I think the more I think about the delta and gammas, sometimes I really find myself trapped in different concepts. Sometimes I get it, but sometimes I don't..

- Positive position gamma will benefit from large movement (volatility) in stock prices, but this is true only when we are delta hedging it to maturity? (Like you explained in another thread with the "buy low, sell high" concept. What if we are not delta-hedging the position? then with a positive gamma, we gain from stock price up-movements but actually suffer loss when stock price decrease, so in this case, can we say that the statement "positive position gamma will benefit from large movement in stock prices" is not true (since there is a downside)?


I think the idea the I get stuck with is "a position with positive gamma is relatively safe, that is, it will generate the deltas that benefit from an up or down move in the stock.
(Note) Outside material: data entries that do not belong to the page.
import { LimitExceededError } from '../core/errors.js';
import type { Family } from '../core/family.js';
import { sampleTimeNs, type CostedSampler } from '../core/work-costs.js';
import type { Limits } from './limits.js';
import { ProblemError } from './problem.js';

/**
 * The work budget of a request, in time: a job's estimated time (its samplers' steps priced by
 * the measured cost table, src/core/work-costs.ts) against `Limits.workBudgetMs`, and the 422s
 * that say which limit, by how much, and what would fit — fewer samples with `start` paging, or,
 * when not even one sample fits, what to change about the family.
 */

/** What the budget looks at: the sampler's estimate, the numbers a sample writes, how many samples, from where. */
export interface BudgetedJob {
  readonly sampler: CostedSampler & { readonly expectedDistinct?: number };
  readonly numbersPerSample: number;
  readonly start: number;
  readonly count: number;
  /** The family (for advice naming its parameters); absent in callers that have none to give. */
  readonly family?: Family;
  /** The sample form (its field: "parts", "multiplicities", …), to suggest as=multiplicities where it would help. */
  readonly encoder?: { readonly field: string };
}

/** Estimated milliseconds for one sample of the job. */
export function sampleMs(job: Pick<BudgetedJob, 'sampler' | 'numbersPerSample'>): number {
  return sampleTimeNs(job.sampler, job.numbersPerSample) / 1e6;
}

/** Estimated milliseconds of the whole job's sampling. */
export function jobMs(job: Pick<BudgetedJob, 'sampler' | 'numbersPerSample' | 'count'>): number {
  return job.count * sampleMs(job);
}

/** A duration for people: "2 s", "3.4 s", "450 ms", "0.23 ms". */
export function formatMs(ms: number): string {
  if (ms >= 1000) return `${trimmed((ms / 1000).toPrecision(ms >= 10_000 ? 3 : 2))} s`;
  if (ms >= 1) return `${Math.round(ms)} ms`;
  return `${trimmed(ms.toPrecision(2))} ms`;
}

function trimmed(text: string): string {
  return text.includes('.') && !text.includes('e') ? text.replace(/\.?0+$/, '') : text;
}

/** Refuses (422), before any work is done, a job whose estimated time is over the work budget. */
export function checkWorkBudget(job: BudgetedJob, limits: Pick<Limits, 'workBudgetMs'>): void {
  const budget = limits.workBudgetMs;
  const total = jobMs(job);
  if (total <= budget) return;
  const each = sampleMs(job);
  const fits = Math.floor(budget / each);
  const limit = `the limit is ${formatMs(budget)} of work per request`;
  if (fits >= 1) {
    const next = job.start + fits;
    throw new ProblemError(
      422,
      `This request needs about ${formatMs(total)} of work (${job.count.toLocaleString('en-US')} samples at about ${formatMs(each)} each); ${limit}. Ask for count=${fits}, then page with start=${next}, start=${next + fits}, … for the rest.`,
      [{ param: 'count', message: `at most ${samplesText(fits)} of this family fit in the work budget of ${formatMs(budget)} per request; page with start for more` }],
    );
  }
  const changes = familyChanges(job, budget);
  throw new ProblemError(
    422,
    `One sample of this family needs about ${formatMs(each)} of work; ${limit}, so not even one sample fits. ${capitalised(changes.join(', or '))}.`,
    [{ param: 'n', message: `one sample needs about ${formatMs(each)} of work, over the budget of ${formatMs(budget)} per request: ${changes.join(', or ')}` }],
  );
}

/** What to change about a family whose single sample is over the budget, most useful first. */
function familyChanges(job: BudgetedJob, budget: number): string[] {
  const changes: string[] = [];
  const family = job.family as (Family & { length?: number; maxLength?: number }) | undefined;
  const n = family ? ` (n=${family.n} is too large for one sample within the budget)` : '';
  changes.push(`ask for a smaller n${n}`);
  if (family && (family.length !== undefined || family.maxLength !== undefined)) changes.push('ask for fewer parts (a smaller length or maxLength)');
  const distinct = job.sampler.expectedDistinct;
  if (family?.kind === 'partition' && job.encoder?.field === 'parts' && distinct !== undefined && sampleMs({ sampler: job.sampler, numbersPerSample: 2 * distinct }) <= budget) {
    changes.push('ask for as=multiplicities, which writes each part size once with its multiplicity');
  }
  return changes;
}

/** "1 sample", "2530 samples": digits only, as the parameter is written. */
export function samplesText(count: number): string {
  return `${count} sample${count === 1 ? '' : 's'}`;
}

function capitalised(text: string): string {
  return text.charAt(0).toUpperCase() + text.slice(1);
}

/**
 * The same budget for the check and diagram endpoints, which draw `samples` samples to examine
 * rather than to send: a LimitExceededError (422) saying how many samples fit, or, when not even
 * one does, that n must be smaller. `what` starts the message ("checking", "drawing").
 */
export function checkSamplesBudget(what: string, samples: number, sampler: CostedSampler, numbersPerSample: number, limits: Pick<Limits, 'workBudgetMs'>): void {
  const budget = limits.workBudgetMs;
  const each = sampleMs({ sampler, numbersPerSample });
  if (samples * each <= budget) return;
  const fits = Math.floor(budget / each);
  const needs = `${what} ${samples === 1 ? 'one sample' : `${samples} samples`} of this family needs about ${formatMs(samples * each)} of work; the limit is ${formatMs(budget)} per request`;
  throw new LimitExceededError(
    fits >= 1 ? `${needs}: ask for at most ${samplesText(fits)}` : `${needs}, so not even one sample fits: ask for a smaller n`,
    `work <= ${formatMs(budget)}`,
  );
}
But a position with negative gamma can be dangerous"
I really don't see how this is true because a naked position can have positive gamma too and it will have a downside (suffer) when stock prices fall.

Thank you.

 

[David Harper CFA FRM]

Hi Jack,

Right i struggle with same things...I think you've highlight two things:

1. we want to keep in mind the delta-neutral hedge is two positions: long (short) call + short (long) delta share; i.e., the only naked option that is (position) delta-neutral is a very deeply OTM call OTM put (they are so worthless that a small change in price cannot much help)...this delta hedging business might be considered on its own terms: as a portfolio of these two positions

2. Regarding "Positive position gamma will benefit from large movement (volatility) in stock prices, but this is true only when we are delta hedging it to maturity?"
Not quite, the positive gamma is always helpful to the long call option (like the negative position gamma is always hurtful) but here the key is that we are isolating on gamma and gamma is more challenging b/c it's the only second derivative we study.
...so if you just go back to the call-price/stock price curve (or the price/yield curve for bonds, for that matter, since we may as well be talking about convexity may as well kill both ideas with one stone)
...assume you are long a single call option: postive delta, positive gamma (the counterparty who writes you the option has negative position delta and negative gamma; i.e., -1 short quantity * positive % Greek = negative position Greek for the option writer)

* assume stock price drops
as the long option holder, you *lose* ... say delta = 0.6 such that -$1 stock drop implies a $0.60 option loss
the point about "positive gamma" helping you is specifically about the gamma impact.

first assume (the baseline case) that gamma is 0. What does this mean?
as 2nd derivative, it only means delta is constant. So then if the stock drops another $1, you lose an additional $0.60.

but what if gamma is positive? then after the stock drops $1, the delta is slightly lower(!)
(i myself have a much easier time visualizing: the tangent curve is becoming more shallow as we move the tangent point)
so, sure: because of positive delta, you are losing value as underlying drops
however, in regard to gamma itself: it is the 2nd derivative appoximation that tries to "bend the line" to meet the curve. The curvature itself is entirely favorable to you (forgetting everything else).
... When stock drops, the curvature itself is beneficial: it flattens to mitigate the downside impact. When stock increase, its steepens to accelerate your gains.
...so as the stock drops, positive delta continues to hurt you, but positive gamma (as the bend in the curve) mitigates the damage
...same thing with convexity, right? it always adds on the adjustment because the curvative makes the gap positive on both sides of the line

David

 

[hsuwang]

David thanks so much for the explanation! It really helped tremendously!

Thanks!

 

[hsuwang]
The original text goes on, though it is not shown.